Having observed Hewlett-Packard from the inside for almost 18 months now, I'm struck by a paradox: our economy is a chaotic marketplace of capitalist competition, practiced and championed by corporations, but internally, companies are run as top-down, centrally-planned dictatorships. Why is that? Why isn't a company simply a microcosm of the larger economy?
Take the case of IT services: inside HP, there is a large IT organization, and they provide services to the rest of the company. When my group joined HP, we had no choice about how to get, for example, email service. The IT group provided email, and we used it. When we need to buy a laptop, there is one group that provides that service. When we need servers hosted, we have only one place to turn.
I'm sure the reason for this is the efficiency gained by eliminating redundancy. If there were two groups providing email services, surely one group could do the job of both, with less total staff, equipment, and so on.
That's certainly true, but then why don't we apply the same logic to the larger economy? After all, HP's email group has a huge overlap with Dell's, IBM's, Sun's, Microsoft's, and so on. Couldn't our economy gain by eliminating the overlap? When these questions are considered at the national level, we tout the increased efficiency produced by competition. The economy as a whole gains from the pressure competition puts on each company. Without competition, there is no incentive to improve, no reason to do your best. In a centrally-planned nationalized economy, incompetence is not punished, incentives are mis-aligned, and apathy takes over.

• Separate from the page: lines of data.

package report

import (
	"math"
	"path/filepath"
	"strings"
	"testing"

	"gaitrig/plant"
	"gaitrig/record"
)

func TestTerrainOf(t *testing.T) {
	seg := func(l, slope, mu float64) record.TerrainSegment {
		return record.TerrainSegment{LengthM: l, SlopeRad: slope, MuStatic: mu, MuKinetic: mu / 2}
	}
	tests := []struct {
		name string
		p    *record.Plant
		want []terrainSeg
	}{
		{name: "no plant"},
		{name: "no segments", p: &record.Plant{HipMassKG: 10}},
		{name: "segment with zero length", p: &record.Plant{Terrain: record.Terrain{Segments: []record.TerrainSegment{seg(0, 0, 0.5)}}}},
		{name: "segment with NaN length", p: &record.Plant{Terrain: record.Terrain{Segments: []record.TerrainSegment{seg(math.NaN(), 0, 0.5)}}}},
		{
			name: "flat then uphill",
			p: &record.Plant{Terrain: record.Terrain{StartM: [2]float64{1, 0},
				Segments: []record.TerrainSegment{seg(2, 0, 0.7), seg(2, 0.5235987755982988, 0.2)}}},
			// cos(30°) = √3/2, so the second segment spans √3 m of x.
			want: []terrainSeg{{x0: 1, x1: 3, slope: 0, muS: 0.7}, {x0: 3, x1: 3 + math.Sqrt(3), slope: math.Pi / 6, muS: 0.2}},
		},
	}
	for _, tc := range tests {
		t.Run(tc.name, func(t *testing.T) {
			got := terrainOf(tc.p)
			if len(got) != len(tc.want) {
				t.Fatalf("got %d segments %+v, want %+v", len(got), got, tc.want)
			}
			for i := range got {
				g, w := got[i], tc.want[i]
				if math.Abs(g.x0-w.x0) > 1e-12 || math.Abs(g.x1-w.x1) > 1e-12 || math.Abs(g.slope-w.slope) > 1e-12 || g.muS != w.muS {
					t.Errorf("segment %d = %+v, want %+v", i, g, w)
				}
			}
		})
	}
}

func TestSegmentAt(t *testing.T) {
	segs := []terrainSeg{{x0: 0, x1: 2, muS: 0.6}, {x0: 2, x1: 3, muS: 0.1}, {x0: 3, x1: 9, muS: 0.5}}
	tests := []struct {
		x      float64
		wantMu float64
		ok     bool
	}{
		{-5, 0.6, true}, // before the start: the first segment continues backward
		{0, 0.6, true},
		{1.999, 0.6, true},
		{2, 0.1, true},
		{2.5, 0.1, true},
		{3, 0.5, true},
		{100, 0.5, true}, // past the end: the last segment continues
		{math.NaN(), 0, false},
	}
	for _, tc := range tests {
		s, ok := segmentAt(segs, tc.x)
		if ok != tc.ok || (ok && s.muS != tc.wantMu) {
			t.Errorf("segmentAt(%g) = %+v, %v; want μs %g, %v", tc.x, s, ok, tc.wantMu, tc.ok)
		}
	}
	if _, ok := segmentAt(nil, 1); ok {
		t.Error("segmentAt on no terrain said ok")
	}
}

// TestFrictionEnvelopeSource checks both ways of finding μs per tick give
// the friction the synthetic data was made with: from the terrain under
// the contact point, and, with no terrain in the manifest, back from the
// recorded utilization.
func TestFrictionEnvelopeSource(t *testing.T) {
	r := makeSynthRun(synthOpts{durationS: 6, hz: 500, patchMu: 0.15})
	noTerrain := r.m
	noTerrain.Plant = nil
	tests := []struct {
		name     string
		m        *record.Manifest
		wantNote string
	}{
		{"terrain in manifest", &r.m, "from the manifest's terrain"},
		{"no terrain: recovered from utilization", &noTerrain, "recovered from the recorded utilization"},
	}
	for _, tc := range tests {
		t.Run(tc.name, func(t *testing.T) {
			v := viewOf(tc.m, &sliceTicks{ticks: r.ticks}, r.steps, r.events, &r.sum)
			if !strings.Contains(strings.Join(v.Notes, " "), tc.wantNote) {
				t.Errorf("notes %q lack %q", v.Notes, tc.wantNote)
			}
			checked, onPatch := 0, 0
			for i, tk := range r.ticks {
				st := tk.Stance
				f := tk.Feet[st]
				want := synthMuS
				if f.ContactX >= synthPatch0 && f.ContactX < synthPatch1 {
					want = 0.15
					onPatch++
				}
				got := v.feet[st].mu[i]
				if math.IsNaN(got) {
					if tc.m.Plant != nil {
						t.Fatalf("tick %d: no μs for the loaded stance foot", i)
					}
					continue // no sideways force at this instant
				}
				if math.Abs(got-want) > 1e-9 {
					t.Fatalf("tick %d: μs %g, want %g", i, got, want)
				}
				if !math.IsNaN(v.feet[1-st].mu[i]) {
					t.Fatalf("tick %d: swing foot has a friction cone", i)
				}
				checked++
			}
			if checked < len(r.ticks)/2 || onPatch == 0 {
				t.Errorf("checked %d of %d ticks (%d on the patch)", checked, len(r.ticks), onPatch)
			}
		})
	}
}

// TestPlantFromRunFolder reads the terrain and foot radii of plant.Params
// recorded the way the hil loop fills Manifest.Plant (record.PlantOf) and
// read back from manifest.json, so the report follows the real format
// rather than one of its own making. (Only this test imports plant; the
// report itself reads the plant through record alone.)
func TestPlantFromRunFolder(t *testing.T) {
	p := plant.Params{
		HipMass: 10,
		Legs: [2]plant.Leg{
			{Length: 1, Mass: 2, COMDist: 0.5, Inertia: 0.1, FootRadius: 0.3},
			{Length: 1, Mass: 2, COMDist: 0.5, Inertia: 0.1, FootRadius: 0.25},
		},
		Gravity: 9.81,
		Terrain: plant.Terrain{Start: [2]float64{-1, 0}, Segments: []plant.Segment{
			{Length: 3, Slope: 0, MuStatic: 0.8, MuKinetic: 0.6},
			{Length: 2, Slope: -0.1, MuStatic: 0.2, MuKinetic: 0.15},
		}},
	}
	dir := filepath.Join(t.TempDir(), "run")
	w, err := record.Create(dir, record.Manifest{NumQ: 4, JointNames: []string{"hip"}, Plant: record.PlantOf(p)})
	if err != nil {
		t.Fatal(err)
	}
	if err := w.Close(record.Summary{Outcome: record.Pass}); err != nil {
		t.Fatal(err)
	}
	run, err := record.Open(dir)
	if err != nil {
		t.Fatal(err)
	}
	segs := terrainOf(run.Manifest.Plant)
	want := []terrainSeg{{x0: -1, x1: 2, slope: 0, muS: 0.8}, {x0: 2, x1: 2 + 2*math.Cos(-0.1), slope: -0.1, muS: 0.2}}
	if len(segs) != len(want) {
		t.Fatalf("got %+v, want %+v", segs, want)
	}
	for i := range want {
		g, w := segs[i], want[i]
		if math.Abs(g.x0-w.x0) > 1e-12 || math.Abs(g.x1-w.x1) > 1e-12 || g.slope != w.slope || g.muS != w.muS {
			t.Errorf("segment %d = %+v, want %+v", i, g, w)
		}
	}
	if r := footRadiiOf(run.Manifest.Plant); r != [2]float64{0.3, 0.25} {
		t.Errorf("foot radii %v, want [0.3 0.25]", r)
	}
}

// TestSchema1RunFolder renders the report of a real run folder of schema
// 1 (record's fixture): the terrain comes from its old plant block and the
// joint plots from its old column names.
func TestSchema1RunFolder(t *testing.T) {
	run, err := record.Open(filepath.Join("..", "record", "testdata", "v1-level-demo"))
	if err != nil {
		t.Fatal(err)
	}
	if run.Manifest.SchemaVersion != 1 {
		t.Fatalf("fixture has schema %d, want 1", run.Manifest.SchemaVersion)
	}
	tr, err := run.Ticks()
	if err != nil {
		t.Fatal(err)
	}
	defer tr.Close()
	v := viewOf(&run.Manifest, tr, run.Steps, run.Events, run.Summary)
	if err := tr.Err(); err != nil {
		t.Fatal(err)
	}
	if !strings.Contains(strings.Join(v.Notes, " "), "from the manifest's terrain") {
		t.Errorf("notes %q: the terrain of the old plant block was not used", v.Notes)
	}
	if len(v.t) != 250 || len(v.joints) != 2 || v.joints[0].name != "hip_left" || len(v.joints[1].applied) != 250 {
		t.Fatalf("view: %d ticks, joints %d", len(v.t), len(v.joints))
	}
	if r := footRadiiOf(run.Manifest.Plant); r != [2]float64{0.27, 0.27} {
		t.Errorf("foot radii %v, want the level-demo's 0.27 m", r)
	}
	var b strings.Builder
	if err := Render(&b, run); err != nil || !strings.Contains(b.String(), "<svg") {
		t.Fatalf("render: %v", err)
	}
}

There's no reason to improve because your customers have nowhere else to turn, poor service will not lead to loss of business, there's no price pressure, and your existence is guaranteed by the state.

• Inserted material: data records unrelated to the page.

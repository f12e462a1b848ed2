package report

import (
	"math"
	"sort"
)

// latencyCriterion is the summary criterion that limits the p99 round trip
// (hil/ending.go writes it under this name; its limit is drawn on the
// latency plots).
const latencyCriterion = "max_latency_p99_us"

// ecdf is the empirical distribution of a set of samples.
type ecdf struct {
	sorted []float64 // the finite samples, ascending
}

// newECDF keeps the finite, positive samples of v (a round trip of zero or
// less is not a measurement, and a log axis cannot show it) and sorts them.
// It reports how many samples were left out.
func newECDF(v []float64) (e ecdf, dropped int) {
	e.sorted = make([]float64, 0, len(v))
	for _, x := range v {
		if x > 0 && !math.IsInf(x, 0) {
			e.sorted = append(e.sorted, x)
		} else if !math.IsNaN(x) {
			dropped++
		}
	}
	sort.Float64s(e.sorted)
	return e, dropped
}

// quantile returns the nearest-rank q-quantile: the smallest sample with
// at least a fraction q of the samples at or below it. NaN without samples.
func (e ecdf) quantile(q float64) float64 {
	n := len(e.sorted)
	if n == 0 {
		return math.NaN()
	}
	k := int(math.Ceil(q*float64(n))) - 1
	return e.sorted[max(0, min(k, n-1))]
}

// points returns at most about maxPoints corners of the distribution
// function as (sample, fraction of samples ≤ sample), ascending, always
// including the smallest and the largest sample. The samples kept are
// evenly spaced in rank, so every part of the distribution gets the same
// share of the budget and the tail beyond p99 is drawn as faithfully as
// the bulk. Tied samples give one corner at the top of their step.
func (e ecdf) points(maxPoints int) (x, p []float64) {
	n := len(e.sorted)
	if n == 0 {
		return nil, nil
	}
	idx := pickEvenly(n, max(maxPoints, 2))
	x = make([]float64, 0, len(idx))
	p = make([]float64, 0, len(idx))
	for _, i := range idx {
		j := i
		for j+1 < n && e.sorted[j+1] == e.sorted[i] {
			j++
		}
		if len(x) > 0 && x[len(x)-1] == e.sorted[j] {
			continue
		}
		x = append(x, e.sorted[j])
		p = append(p, float64(j+1)/float64(n))
	}
	return x, p
}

That's logic that every capitalist believes, and we laugh at economies that have tried central planning and failed. So why doesn't the same logic hold inside companies? Why are monopolies and lack of competition not just accepted, but enforced? Don't we believe the same forces will be at work? Is there any compelling reason to improve if you have no competition?
Why couldn't a company have three IT groups (call them Red, Green, and Blue). Each is separate, and lives or dies based on their ability to attract business from the rest of the company. When my group needs servers hosted, we shop around. Maybe Red is the deluxe service, and Blue is economy, and we've heard from friends that Green has the best service. For whatever reason, we choose one of them, and spend our internal dollars with them. The groups will compete, and that competition will force them to optimize and find the best solutions for their customers. If they don't, they will go out of business.

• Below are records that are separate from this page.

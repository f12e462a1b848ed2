package report

// This file owns the margins page (gaitrig margins --html): one survival
// plot per axis, the condition on x and the steps walked on y, passes and
// fails told apart, the limit found and the lab's required minimum marked.

import (
	"fmt"
	"html/template"
	"image/color"
	"io"
	"math"
	"os"

	"gonum.org/v1/plot/plotter"
	"gonum.org/v1/plot/vg"
	"gonum.org/v1/plot/vg/draw"

	"gaitrig/record"
)

// MarginPoint is one run of a margin search.
type MarginPoint struct {
	Value float64 // the condition's value, in the axis's unit
	Steps int     // steps walked
	Pass  bool    // the run met the scenario's pass criteria
}

// MarginAxis is one axis of a margin search as the page shows it.
type MarginAxis struct {
	Name, Unit string // the axis's name and the unit of its values
	// Limit is the last passing value; Required the lab's minimum in the
	// same unit and direction (NaN: none).
	Limit, Required float64
	// Reached is false when every value up to the end of the range passed.
	Reached, NotMonotone bool
	// LastPassDir and FirstFailDir are the run folders that decided the
	// limit; FailReason says what failed in the second.
	LastPassDir, FirstFailDir, FailReason string
	// Points are every run of the axis, grid and bisection.
	Points []MarginPoint
}

// MarginsPage is the content of the margins page.
type MarginsPage struct {
	Scenario, Dir string       // the scenario's name and the search's folder
	Axes          []MarginAxis // one per axis searched, in search order
}

// MarginsHTMLFile is the margins page's file name in the search's folder.
const MarginsHTMLFile = "margins.html"

// WriteMarginsHTML writes the margins page to path.
func WriteMarginsHTML(path string, pg MarginsPage) error {
	f, err := os.Create(path)
	if err != nil {
		return err
	}
	if err := RenderMargins(f, pg); err != nil {
		f.Close()
		return err
	}
	return f.Close()
}

// Colours of the survival plots: passes green, fails red (the common
// traffic-light reading), the limit black, the required minimum blue.
var (
	passColor     = color.RGBA{R: 0x1a, G: 0x8f, B: 0x3c, A: 0xff}
	failColor     = color.RGBA{R: 0xc6, G: 0x28, B: 0x28, A: 0xff}
	requiredColor = color.RGBA{R: 0x1f, G: 0x5f, B: 0xbf, A: 0xff}
)

type marginFigure struct {
	ID, Title, Caption string
	SVG                template.HTML
}

// RenderMargins writes the margins page to w.
func RenderMargins(w io.Writer, pg MarginsPage) error {
	var figs []marginFigure
	for i, a := range pg.Axes {
		id := fmt.Sprintf("margin-%d", i)
		svg, err := survivalPlot(id, a)
		if err != nil {
			return err
		}
		cap := fmt.Sprintf("Limit %s %s", FormatNumber(a.Limit), a.Unit)
		if !a.Reached {
			cap += " (every value up to the end of the range passed)"
		}
		if !math.IsNaN(a.Required) {
			cap += fmt.Sprintf("; required %s %s", FormatNumber(a.Required), a.Unit)
		}
		if a.NotMonotone {
			cap += "; NOT MONOTONE: a harder value passed again beyond the limit"
		}
		if a.LastPassDir != "" {
			cap += "; last pass: " + a.LastPassDir
		}
		if a.FirstFailDir != "" {
			cap += "; first fail: " + a.FirstFailDir + " (" + a.FailReason + ")"
		}
		figs = append(figs, marginFigure{ID: id, Title: a.Name, Caption: cap, SVG: template.HTML(svg)})
	}
	return marginsTemplate.Execute(w, struct {
		MarginsPage
		Figures []marginFigure
		Caution string
	}{pg, figs, record.Caution})
}

// survivalPlot draws one axis: steps walked against the condition, passes
// as filled circles, fails as crosses, the limit as a solid line and the
// required minimum as a dashed one.
func survivalPlot(id string, a MarginAxis) (string, error) {
	p := newPlot(a.Name, a.Name+" ("+a.Unit+")", "steps walked")
	var pass, fail plotter.XYs
	maxSteps := 1.0
	for _, pt := range a.Points {
		xy := plotter.XY{X: pt.Value, Y: float64(pt.Steps)}
		if pt.Pass {
			pass = append(pass, xy)
		} else {
			fail = append(fail, xy)
		}
		maxSteps = math.Max(maxSteps, float64(pt.Steps))
	}
	add := func(xys plotter.XYs, c color.Color, shape draw.GlyphDrawer, label string) error {
		if len(xys) == 0 {
			return nil
		}
		s, err := plotter.NewScatter(xys)
		if err != nil {
			return err
		}
		s.GlyphStyle = draw.GlyphStyle{Color: c, Radius: vg.Points(3.5), Shape: shape}
		p.Add(s)
		p.Legend.Add(label, s)
		return nil
	}
	if err := add(pass, passColor, draw.CircleGlyph{}, "pass"); err != nil {
		return "", err
	}
	if err := add(fail, failColor, draw.CrossGlyph{}, "fail"); err != nil {
		return "", err
	}
	vline := func(x float64, c color.Color, dashed bool, label string) error {
		if math.IsNaN(x) || math.IsInf(x, 0) {
			return nil
		}
		l, err := plotter.NewLine(plotter.XYs{{X: x, Y: 0}, {X: x, Y: maxSteps}})
		if err != nil {
			return err
		}
		l.Color = c
		l.Width = vg.Points(1.2)
		if dashed {
			l.Dashes = []vg.Length{vg.Points(4), vg.Points(3)}
		}
		p.Add(l)
		p.Legend.Add(label, l)
		return nil
	}
	if err := vline(a.Limit, color.Black, false, "limit"); err != nil {
		return "", err
	}
	if err := vline(a.Required, requiredColor, true, "required"); err != nil {
		return "", err
	}
	return renderSVG(p, 16*vg.Centimeter, 7*vg.Centimeter, id, a.Name+": steps walked against "+a.Unit)
}

var marginsTemplate = template.Must(template.New("margins").Parse(`<!DOCTYPE html>
<html lang="en"><head><meta charset="utf-8"><title>margins of {{.Scenario}}</title>
<style>
body { font-family: sans-serif; margin: 1.5em; max-width: 70em; }
table { border-collapse: collapse; } td, th { border: 1px solid #ccc; padding: 0.2em 0.6em; text-align: left; }
.caution { border: 2px solid #c62828; padding: 0.6em; margin: 1em 0; }
figure { margin: 1.2em 0; } figcaption { font-size: 0.9em; color: #333; }
</style></head><body>
<h1>Margins of {{.Scenario}}</h1>
<p>Run folders in {{.Dir}}. Each plot shows every run of one axis: the condition on x, the steps walked on y; circles passed the scenario's criteria, crosses failed. The solid line is the limit found, the dashed line the lab's required minimum.</p>
<table id="margins-table"><tr><th>axis</th><th>limit</th><th>unit</th><th>required</th><th>note</th></tr>
{{range .Axes}}<tr><td>{{.Name}}</td><td>{{printf "%.4g" .Limit}}</td><td>{{.Unit}}</td><td>{{if eq .Required .Required}}{{printf "%.4g" .Required}}{{end}}</td><td>{{if .NotMonotone}}not monotone {{end}}{{if not .Reached}}passed the whole range{{end}}</td></tr>
{{end}}</table>
{{range .Figures}}<figure>{{.SVG}}<figcaption>{{.Caption}}</figcaption></figure>
{{end}}<div id="caution" class="caution"><strong>Safety caution.</strong> {{.Caution}}</div>
</body></html>
`))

I know it seems wasteful to have all that going on inside a company. There will be duplication. But remember the capitalist logic: without competition, there's no reason to do your best. Just as with the larger economy, the duplication will be worth it because of the increased efficiency forced by competition. And without competition, your only option will be a poor one.
Of course, not all work inside corporations could be run this way. For example, legal departments deal with the outside world, and the corporation must speak with one voice there. But couldn't competition be used in at least some parts of large companies?
Where's the flaw in this logic? Why isn't competition inside corporations a good idea?